Mit Jenkins‘ „Windy City“ endet die erste Hälfte, ein Swinger. Nach dem Thema folgt ein kurzes Interlude, dann ein Chorus, den die beiden sich teilen (McLean spielt vier Takte, Jenkins wiederholt sie, dasselbe nochmal, dann Jenkins allein für die acht Takte der Bridge und zum Ende nochmal McLean und Jenkins mit je vier Takten). Dann folgt Jenkins mit dem ersten Solo, spielt drei schöne Durchgänge, lässt Raum für Taylor, wirkt streckenweise aber ein wenig unsicher. McLean folgt mit vier Chorussen. Danach spielt Wade Legge ein Piano-Solo (drei Durchgänge) und Taylor ein kurzes Schlagzeug-Solo (ein Chorus), bevor die Saxophonisten das Stück mit dem Thema beenden.
Die zweite Hälfte beginnt mit „The Lady Is a Tramp“ von Rodgers-Hart, McLean spielt das Thema und den ersten Chorus, dann folgt Jenkins mit zweien und danach nochmal McLean. Legge spielt einen und dann folgen Fours (McLean zuerst) und am Ende nochmal McLean mit dem Thema. Das hier ist klar seine Show. Taylor ist für Jenkins nicht der ideale Drummer, sein Time ist irgendwie… weicher, anders als Taylor, der hart peitscht und für McLean eben ideal funktioniert.
Der zweite Standard ist „Easy Living“, wird von McLean als Ballade dargeboten, Jenkins ist jeweils nur in den Bridges (aller Chorusse) zu hören, Wade Legge kriegt am Ende des zweiten Chorus auch noch acht Takte. Sehr schön, wie McLean diese Ballade spielt, wieder wird deutlich, dass er mittlerweile die Ruhe und Geduld für sowas hat – auch wenn er oft in Sechzehntel-Läufe fällt, er macht das so geschickt, dass die Stimmung immer balladesk bleibt.
Mit Jenkins‘ zweitem Original „Pondering“ endet das Album. Das Thema spielen die beiden Saxophonisten nur mit Watkins‘ Bass, in der Bridge – die McLean und Jenkins in dieser Reihenfolge aufteilen – stösst die ganze Rhythmusgruppe dazu („Oleo“ lässt grüssen). McLean spielt dann zwei Chorusse, gefolgt von zweien von Jenkins (mit der ganzen Rhythmusgruppe), dann kriegen Legge und Watkins je einen, am Ende ist das Thema dann umgekehrt: die volle Rhythmusgruppe spielt, in der Bridge aber nur Watkins. Ein sehr schönes Stück zum Ausgang, wohl abgesehen vom Titelstück mit den besten Beiträgen von Jenkins.
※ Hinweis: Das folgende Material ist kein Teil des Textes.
#[tokio::test]
async fn a_project_is_added_with_a_code_scheme_and_listed() {
    let app = TestApp::new().await;
    let mut s = Session::new(&app);
    s.get("/projects").await;
    let r = s
        .submit(
            "/projects",
            "code=ridge-26&name=Ridge+survey+%28invented%29&code_scheme=RG-%7Byy%7D-%7Bseq%3A3%7D",
        )
        .await;
    assert_eq!(r.status, StatusCode::SEE_OTHER, "{}", r.text());
    assert!(s.get("/projects").await.text().contains("ridge-26"));
    let v = app.get("/api/v1/projects").await.json();
    let codes: Vec<&str> = v["projects"]
        .as_array()
        .expect("list")
        .iter()
        .filter_map(|p| p["code"].as_str())
        .collect();
    assert!(
        codes.contains(&"ridge-26") && codes.contains(&"default"),
        "{codes:?}"
    );
    // A sample can now be filed under it.
    let r = app
        .post_raw(
            "/api/v1/samples",
            Some("application/json"),
            r#"{"project": "ridge-26", "sample_code": "RG-26-001"}"#,
        )
        .await;
    assert_eq!(r.status, StatusCode::CREATED);
}

#[tokio::test]
async fn bad_project_fields_come_back_with_messages_and_values() {
    let app = TestApp::new().await;
    let mut s = Session::new(&app);
    s.get("/projects").await;
    let cases = [
        (
            "code=Ridge&name=R&code_scheme=%7Bseq%3A3%7D",
            "err-code",
            "value=\"Ridge\"",
        ),
        (
            "code=ridge&name=&code_scheme=%7Bseq%3A3%7D",
            "err-name",
            "value=\"ridge\"",
        ),
        (
            "code=ridge&name=R&code_scheme=RG-only",
            "err-scheme",
            "value=\"RG-only\"",
        ),
        (
            "code=default&name=R&code_scheme=%7Bseq%3A3%7D",
            "err-code",
            "value=\"default\"",
        ),
    ];
    for (body, marker, kept) in cases {
        let r = s.submit("/projects", body).await;
        assert_eq!(r.status, StatusCode::UNPROCESSABLE_ENTITY, "{body}");
        let html = r.text();
        assert!(html.contains(marker), "{body}: no message");
        assert!(html.contains(kept), "{body}: value not kept");
    }
    let r = s
        .post_form("/projects", "code=sneaky&name=S&code_scheme=%7Bseq%3A3%7D")
        .await;
    assert_eq!(r.status, StatusCode::FORBIDDEN);
}

#[tokio::test]
async fn an_uploaded_csv_is_imported_when_every_row_is_good() {
    let app = TestApp::new().await;
    let mut s = Session::new(&app);
    let csv = "sample_code,collected_on,station,notes\nBV-001,2026-06-01,Ridge cut 3,\"first, with a comma\"\nBV-002,2026-06-02,Ridge cut 4,\n";
    let r = upload(&mut s, "bv", false, Some(csv)).await;
    assert_eq!(r.status, StatusCode::OK, "{}", r.text());
    assert!(r.text().contains("2 samples were added"));
    assert_eq!(count(&app, "bv").await, 2);
}

#[tokio::test]
async fn one_bad_row_refuses_the_whole_file_and_names_its_line() {
    let app = TestApp::new().await;
    let mut s = Session::new(&app);
    let csv = "sample_code,latitude,longitude\nBV-001,45.5,7.1\nBV-002,95,7.1\nBV-003,45.5,7.2\n";
    let r = upload(&mut s, "bv", false, Some(csv)).await;
    assert_eq!(r.status, StatusCode::UNPROCESSABLE_ENTITY);
    let html = r.text();
    assert!(html.contains("line 3: latitude"), "{html}");
    assert!(html.contains("nothing was written"));
    assert_eq!(count(&app, "bv").await, 0);
}

#[tokio::test]
async fn a_dry_run_checks_and_writes_nothing() {
    let app = TestApp::new().await;
    let mut s = Session::new(&app);
    let r = upload(&mut s, "default", true, Some("sample_code\nDR-1\nDR-2\n")).await;
    assert_eq!(r.status, StatusCode::OK);
    assert!(r.text().contains("All 2 rows are fine"));
    assert_eq!(count(&app, "default").await, 0);
}

#[tokio::test]
async fn an_upload_without_a_file_or_token_is_refused() {
    let app = TestApp::new().await;
    let mut s = Session::new(&app);
    let r = upload(&mut s, "default", false, None).await;
    assert_eq!(r.status, StatusCode::UNPROCESSABLE_ENTITY);
    assert!(r.text().contains("choose a CSV file"));
    let r = upload(&mut s, "default", false, Some("colour\ngreen\n")).await;
    assert_eq!(r.status, StatusCode::UNPROCESSABLE_ENTITY);
    assert!(r.text().contains("unknown column"));
    let forged = s
        .post_with(
            "/samples/import",
            &format!("multipart/form-data; boundary={BOUNDARY}"),
            multipart(&[("project", "default")], Some("sample_code\nX-1\n")),
        )
        .await;
    assert_eq!(forged.status, StatusCode::FORBIDDEN);
    assert_eq!(count(&app, "default").await, 0);
}

#[tokio::test]
async fn an_export_uploaded_again_names_every_row_whose_id_is_already_in_the_log() {
    let app = TestApp::new().await;
    let mut s = Session::new(&app);
    for code in ["EX-1", "EX-2"] {
        let r = app
            .post_json(
                "/api/v1/samples",
                &format!(r#"{{"project":"default","sample_code":"{code}","notes":"ridge"}}"#),
            )
            .await;
        assert_eq!(r.status, StatusCode::CREATED, "{}", r.text());
    }
    let export = app.get("/export/samples.csv?project=default").await;
    assert_eq!(export.status, StatusCode::OK);
    // Into another project the codes are free, but the ids are this log's.
    let csv = export.text().replace(",default,", ",other,");
    let r = upload(&mut s, "other", false, Some(&csv)).await;
    assert_eq!(r.status, StatusCode::UNPROCESSABLE_ENTITY, "{}", r.text());
    let html = r.text();
    assert!(html.contains("line 2: id"), "{html}");
    assert!(html.contains("line 3: id"), "{html}");
    assert!(html.contains("already in the log"), "{html}");
    assert_eq!(count(&app, "other").await, 0);
    assert_eq!(count(&app, "default").await, 2);
}

// ---------------------------------------------------------------- editing a project

async fn project(app: &TestApp, code: &str) -> serde_json::Value {
    let r = app.get(&format!("/api/v1/projects/{code}")).await;
    assert_eq!(r.status, StatusCode::OK, "{}", r.text());
    r.json()
}

async fn next_code(s: &mut Session<'_>, project: &str) -> String {
    let html = s
        .get(&format!("/samples/new?project={project}"))
        .await
        .text();
    let start =
        html.find("class=\"next-code\">").expect("a suggested code") + "class=\"next-code\">".len();
    let len = html[start..].find('<').expect("end of the code");
    html[start..start + len].to_string()
}

#[tokio::test]
async fn a_renamed_project_with_a_new_scheme_suggests_new_codes_and_keeps_the_old_ones() {
    // Arrange: a project whose codes follow RG-{seq:3}, with one sample.
    let app = TestApp::new().await;
    let mut s = Session::new(&app);
    s.get("/projects").await;
    let r = s
        .submit(
            "/projects",
            "code=ridge&name=Ridge+survey&code_scheme=RG-%7Bseq%3A3%7D",
        )
        .await;
    assert_eq!(r.status, StatusCode::SEE_OTHER);
    assert_eq!(next_code(&mut s, "ridge").await, "RG-001");
    let first = app
        .post_json(
            "/api/v1/samples",
            r#"{"project": "ridge", "sample_code": "RG-001"}"#,
        )
        .await;
    assert_eq!(first.status, StatusCode::CREATED);
    assert!(project(&app, "ridge").await["updated_at"].is_null());
    // Act
    let page = s.get("/projects/ridge/edit").await;
    assert_eq!(page.status, StatusCode::OK);
    assert!(
        page.text().contains("value=\"RG-{seq:3}\""),
        "the form starts from the stored scheme"
    );
    let r = s
        .submit(
            "/projects/ridge/edit",
            "name=Ridge+survey+north&code_scheme=RIDGE%2F%7Bseq%3A2%7D",
        )
        .await;
    // Assert
    assert_eq!(r.status, StatusCode::SEE_OTHER, "{}", r.text());
    assert_eq!(r.location(), "/projects");
    let p = project(&app, "ridge").await;
    assert_eq!(p["name"], "Ridge survey north");
    assert_eq!(p["code_scheme"], "RIDGE/{seq:2}");
    assert!(p["updated_at"].is_string(), "{p}");
    assert_eq!(next_code(&mut s, "ridge").await, "RIDGE/01");
    let id = first.json()["id"].as_str().expect("id").to_string();
    let old = app.get(&format!("/api/v1/samples/{id}")).await.json();
    assert_eq!(
        old["sample_code"], "RG-001",
        "codes already written never change"
    );
    let trace = s.get("/projects/ridge/edit").await.text();
    assert!(
        trace.contains("RG-{seq:3}") && trace.contains("Ridge survey<"),
        "earlier state kept: {trace}"
    );
}

#[tokio::test]
async fn a_bad_project_edit_comes_back_with_the_values_kept_and_changes_nothing() {
    // Arrange
    let app = TestApp::new().await;
    let mut s = Session::new(&app);
    s.get("/projects/default/edit").await;
    let before = project(&app, "default").await;
    let cases = [
        (
            "name=Kept+name&code_scheme=ONLY-TEXT",
            "err-scheme",
            "value=\"ONLY-TEXT\"",
            "value=\"Kept name\"",
        ),
        (
            "name=Kept+name&code_scheme=%7Bseq%3A99%7D",
            "err-scheme",
            "value=\"{seq:99}\"",
            "value=\"Kept name\"",
        ),
        (
            "name=&code_scheme=D-%7Bseq%3A3%7D",
            "err-name",
            "value=\"D-{seq:3}\"",
            "value=\"\"",
        ),
        (
            "name=Ridge%E2%80%AE&code_scheme=D-%7Bseq%3A3%7D",
            "U+202E",
            "value=\"D-{seq:3}\"",
            "Ridge",
        ),
    ];
    for (body, marker, kept, kept_too) in cases {
        // Act
        let r = s.submit("/projects/default/edit", body).await;
        // Assert
        assert_eq!(r.status, StatusCode::UNPROCESSABLE_ENTITY, "{body}");
        let html = r.text();
        assert!(html.contains(marker), "{body}: no message in {html}");
        assert!(
            html.contains(kept) && html.contains(kept_too),
            "{body}: values not kept"
        );
    }
    assert_eq!(
        project(&app, "default").await,
        before,
        "nothing was changed"
    );
    let forged = s
        .post_form("/projects/default/edit", "name=X&code_scheme=%7Bseq%3A3%7D")
        .await;
    assert_eq!(forged.status, StatusCode::FORBIDDEN);
    let missing = s
        .submit("/projects/nowhere/edit", "name=X&code_scheme=%7Bseq%3A3%7D")
        .await;
    assert_eq!(missing.status, StatusCode::NOT_FOUND);
    assert_eq!(
        s.get("/projects/nowhere/edit").await.status,
        StatusCode::NOT_FOUND
    );
}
Das Album ist am Ende doch recht klar von McLean geprägt, man hört VIEL Altsaxophon hier, aber die bieden Stimmen verschmelzen sehr schön, war wir hier hören ist jedenfalls keine Battle sondern einen freundlichen Dialog, in dem aber durchaus auch das Können demonstriert wird. Es enstand im Rahmen dieser Session noch das Stück „Bird Feathers“, das auf einem gleichnamigen Album (New Jazz 8204) erschien, auf dem Stücke von diversen Altsaxophonisten zu finden waren. Ich kenne es bisher nicht.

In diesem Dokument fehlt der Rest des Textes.